[Saved data entries]
—————

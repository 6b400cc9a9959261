#!/usr/bin/env bash
# The test command: installs what the tests need when it is missing, then runs
# formatting, lints, the Rust tests and the numeric cross-checks against Cantera and thermo.
set -euo pipefail
cd "$(dirname "$0")/.."

step() { printf '\n==> %s\n' "$*"; }

# Debian packages the integration tests need (the MQTT broker).
need_apt=()
command -v mosquitto >/dev/null 2>&1 || [ -x /usr/sbin/mosquitto ] || need_apt+=(mosquitto)
if [ ${#need_apt[@]} -gt 0 ]; then
  step "installing ${need_apt[*]} (apt-get)"
  if [ "$(id -u)" = 0 ]; then SUDO=""; else SUDO="sudo"; fi
  $SUDO apt-get update -qq
  DEBIAN_FRONTEND=noninteractive $SUDO apt-get install -y -qq --no-install-recommends "${need_apt[@]}" >/dev/null
fi

# Python reference libraries, pinned, in a venv inside the repo (ignored by git).
if ! .venv/bin/python -c 'import cantera, thermo' >/dev/null 2>&1; then
  step "creating .venv with the pinned reference libraries"
  python3 -m venv .venv
  .venv/bin/pip install -q --disable-pip-version-check -r scripts/requirements.txt
fi

step "cargo fmt --check"
cargo fmt --all -- --check

step "cargo clippy --all-targets -- -D warnings"
cargo clippy --all-targets -- -D warnings

step "numeric core without the daemon (no tokio)"
cargo build --lib --no-default-features
if cargo tree --no-default-features -e normal --prefix none | grep -qE '^(tokio|rumqttc) '; then
  echo "the numeric core pulls in tokio or rumqttc without the daemon feature" >&2
  exit 1
fi

step "cargo test"
cargo test --all-targets

step "release build for the cross-checks"
cargo build --release --bin eqwatch
bin=target/release/eqwatch

step "cross-check against Cantera"
.venv/bin/python scripts/crosscheck_cantera.py --bin "$bin"

step "cross-check against thermo (Peng-Robinson)"
.venv/bin/python scripts/crosscheck_thermo.py --bin "$bin"

step "species data are what the generator makes from the reference files"
.venv/bin/python tools/gen_species.py --check

echo
echo "all tests passed"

—————

**Task prompt**
Go through the data and show each line that holds "cargo".

**The completed task**
step "cargo fmt --check"
cargo fmt --all -- --check
step "cargo clippy --all-targets -- -D warnings"
cargo clippy --all-targets -- -D warnings
cargo build --lib --no-default-features
if cargo tree --no-default-features -e normal --prefix none | grep -qE '^(tokio|rumqttc) '; then
step "cargo test"
cargo test --all-targets
cargo build --release --bin eqwatch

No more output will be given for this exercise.